TASK OBJECTIVE:
All of the entries should be returned without a single change.

[Stored items]

--------------------------------------------------

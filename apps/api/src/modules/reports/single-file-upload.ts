import type { NextFunction, Request, Response } from 'express';
import multer from 'multer';
import { ApiError } from '../../core/api-error';
import { multerLimits, multerProblem } from '../samples/multipart-problem';

/** A byte limit as people say it: 512 KB, 1 MB, 25 MB. */
export function sizeInWords(bytes: number): string {
  return bytes < 1024 * 1024 ? `${Math.round(bytes / 1024)} KB` : `${Math.round(bytes / 1024 / 1024)} MB`;
}

/**
 * Multipart upload of one file, held in memory (small files: a logo, a PKCS#12 file) unless a
 * `storage` engine takes it as it streams (the public PDF check only hashes it), with multer's
 * errors turned into problems that name the field and the limit.
 */
export function singleFileUpload(field: string, maxBytes: number, what: string, storage: multer.StorageEngine = multer.memoryStorage()) {
  const limits = { fileSizeBytes: maxBytes, files: 1 };
  const upload = multer({ storage, limits: multerLimits(limits) }).single(field);
  return (req: Request, res: Response, next: NextFunction): void => {
    upload(req, res, (err: unknown) => {
      if (err instanceof multer.MulterError) {
        if (err.code === 'LIMIT_FILE_SIZE') {
          next(new ApiError(413, 'File too large', `The ${what} is larger than ${sizeInWords(maxBytes)}.`, { type: 'file-too-large', errors: [{ field, message: `must be at most ${maxBytes} bytes` }] }));
        } else {
          next(multerProblem(err, limits, `The ${what}`));
        }
        return;
      }
      if (err) {
        next(err);
        return;
      }
      if (!req.file) {
        next(ApiError.badRequest(`Attach the ${what} as the multipart field "${field}".`, [{ field, message: 'is required' }]));
        return;
      }
      next();
    });
  };
}
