/**
 * A file that cannot be read as a spectrum. `line` and `column` are 1-based as an editor counts
 * them (the column is the character where the offending cell starts); `message` leads with the
 * place, `reason` is the same text without it.
 */
export class SpectrumImportError extends Error {
  override readonly name = 'SpectrumImportError';
  constructor(
    readonly reason: string,
    readonly line?: number,
    readonly column?: number,
  ) {
    super(line === undefined ? reason : column === undefined ? `line ${line}: ${reason}` : `line ${line}, column ${column}: ${reason}`);
  }
}
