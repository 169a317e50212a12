import { AsyncLocalStorage } from 'node:async_hooks';
import { performance } from 'node:perf_hooks';

/**
 * Where the time of one report issuance goes, stage by stage (milliseconds, wall clock): the job's
 * wait for a worker, locking the approval, loading what the report says, claiming its number,
 * the render/sign task's wait for a thread, rendering, signing, storing, the client notice with
 * its e-mail jobs, credits, the rest of the transaction and its commit. The issuance job returns
 * them (pg-boss keeps them as the job's output) and logs them, and the jobs benchmark prints them.
 */
export type IssuanceStage =
  | 'pickup'
  | 'lockApproval'
  | 'loadData'
  | 'claimNumber'
  | 'loadCredential'
  | 'threadWait'
  | 'render'
  | 'sign'
  | 'store'
  | 'audit'
  | 'notify'
  | 'credits'
  | 'finish'
  | 'commit';

export type IssuanceStages = Partial<Record<IssuanceStage, number>> & { total?: number };

export class StageClock {
  readonly stages: IssuanceStages = {};
  private readonly started = performance.now();
  private last = this.started;

  /** Books the time since the previous lap (or the start) to `stage`. */
  lap(stage: IssuanceStage): void {
    const now = performance.now();
    this.add(stage, now - this.last);
    this.last = now;
  }

  /** Adds a duration measured elsewhere (e.g. inside a worker thread), moving the lap mark past it. */
  add(stage: IssuanceStage, ms: number): void {
    this.stages[stage] = round((this.stages[stage] ?? 0) + ms);
  }

  /** Splits the time since the last lap: `measured` stages first, the remainder to `rest`. */
  lapSplit(measured: Partial<Record<IssuanceStage, number>>, rest: IssuanceStage): void {
    const now = performance.now();
    let remaining = now - this.last;
    for (const [stage, ms] of Object.entries(measured) as Array<[IssuanceStage, number]>) {
      this.add(stage, ms);
      remaining -= ms;
    }
    this.add(rest, Math.max(0, remaining));
    this.last = now;
  }

  finish(): IssuanceStages {
    this.stages.total = round(performance.now() - this.started);
    return this.stages;
  }
}

function round(ms: number): number {
  return Math.round(ms * 10) / 10;
}

const current = new AsyncLocalStorage<StageClock>();

/** Runs `work` with `clock` as the issuance's stage clock (the steps below book their laps on it). */
export function withStageClock<T>(clock: StageClock, work: () => Promise<T>): Promise<T> {
  return current.run(clock, work);
}

/** The clock of the issuance running now, if it is being timed (an amendment is not). */
export function stageClock(): StageClock | undefined {
  return current.getStore();
}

--------------------------------------------------

RESULT FOR THIS TASK:
filename apps/api/src/modules/reports/single-file-upload.ts
import type { NextFunction, Request, Response } from 'express';
import multer from 'multer';
import { ApiError } from '../../core/api-error';
import { multerLimits, multerProblem } from '../samples/multipart-problem';

/** A byte limit as people say it: 512 KB, 1 MB, 25 MB. */
export function sizeInWords(bytes: number): string {
  return bytes < 1024 * 1024 ? `${Math.round(bytes / 1024)} KB` : `${Math.round(bytes / 1024 / 1024)} MB`;
}

/**
 * Multipart upload of one file, held in memory (small files: a logo, a PKCS#12 file) unless a
 * `storage` engine takes it as it streams (the public PDF check only hashes it), with multer's
 * errors turned into problems that name the field and the limit.
 */
export function singleFileUpload(field: string, maxBytes: number, what: string, storage: multer.StorageEngine = multer.memoryStorage()) {
  const limits = { fileSizeBytes: maxBytes, files: 1 };
  const upload = multer({ storage, limits: multerLimits(limits) }).single(field);
  return (req: Request, res: Response, next: NextFunction): void => {
    upload(req, res, (err: unknown) => {
      if (err instanceof multer.MulterError) {
        if (err.code === 'LIMIT_FILE_SIZE') {
          next(new ApiError(413, 'File too large', `The ${what} is larger than ${sizeInWords(maxBytes)}.`, { type: 'file-too-large', errors: [{ field, message: `must be at most ${maxBytes} bytes` }] }));
        } else {
          next(multerProblem(err, limits, `The ${what}`));
        }
        return;
      }
      if (err) {
        next(err);
        return;
      }
      if (!req.file) {
        next(ApiError.badRequest(`Attach the ${what} as the multipart field "${field}".`, [{ field, message: 'is required' }]));
        return;
      }
      next();
    });
  };
}
/**
 * A file that cannot be read as a spectrum. `line` and `column` are 1-based as an editor counts
 * them (the column is the character where the offending cell starts); `message` leads with the
 * place, `reason` is the same text without it.
 */
export class SpectrumImportError extends Error {
  override readonly name = 'SpectrumImportError';
  constructor(
    readonly reason: string,
    readonly line?: number,
    readonly column?: number,
  ) {
    super(line === undefined ? reason : column === undefined ? `line ${line}: ${reason}` : `line ${line}, column ${column}: ${reason}`);
  }
}
repository 169a317e50212a12
import { AsyncLocalStorage } from 'node:async_hooks';
import { performance } from 'node:perf_hooks';

/**
 * Where the time of one report issuance goes, stage by stage (milliseconds, wall clock): the job's
 * wait for a worker, locking the approval, loading what the report says, claiming its number,
 * the render/sign task's wait for a thread, rendering, signing, storing, the client notice with
 * its e-mail jobs, credits, the rest of the transaction and its commit. The issuance job returns
 * them (pg-boss keeps them as the job's output) and logs them, and the jobs benchmark prints them.
 */
export type IssuanceStage =
  | 'pickup'
  | 'lockApproval'
  | 'loadData'
  | 'claimNumber'
  | 'loadCredential'
  | 'threadWait'
  | 'render'
  | 'sign'
  | 'store'
  | 'audit'
  | 'notify'
  | 'credits'
  | 'finish'
  | 'commit';

export type IssuanceStages = Partial<Record<IssuanceStage, number>> & { total?: number };

export class StageClock {
  readonly stages: IssuanceStages = {};
  private readonly started = performance.now();
  private last = this.started;

  /** Books the time since the previous lap (or the start) to `stage`. */
  lap(stage: IssuanceStage): void {
    const now = performance.now();
    this.add(stage, now - this.last);
    this.last = now;
  }

  /** Adds a duration measured elsewhere (e.g. inside a worker thread), moving the lap mark past it. */
  add(stage: IssuanceStage, ms: number): void {
    this.stages[stage] = round((this.stages[stage] ?? 0) + ms);
  }

  /** Splits the time since the last lap: `measured` stages first, the remainder to `rest`. */
  lapSplit(measured: Partial<Record<IssuanceStage, number>>, rest: IssuanceStage): void {
    const now = performance.now();
    let remaining = now - this.last;
    for (const [stage, ms] of Object.entries(measured) as Array<[IssuanceStage, number]>) {
      this.add(stage, ms);
      remaining -= ms;
    }
    this.add(rest, Math.max(0, remaining));
    this.last = now;
  }

  finish(): IssuanceStages {
    this.stages.total = round(performance.now() - this.started);
    return this.stages;
  }
}

function round(ms: number): number {
  return Math.round(ms * 10) / 10;
}

const current = new AsyncLocalStorage<StageClock>();

/** Runs `work` with `clock` as the issuance's stage clock (the steps below book their laps on it). */
export function withStageClock<T>(clock: StageClock, work: () => Promise<T>): Promise<T> {
  return current.run(clock, work);
}

/** The clock of the issuance running now, if it is being timed (an amendment is not). */
export function stageClock(): StageClock | undefined {
  return current.getStore();
}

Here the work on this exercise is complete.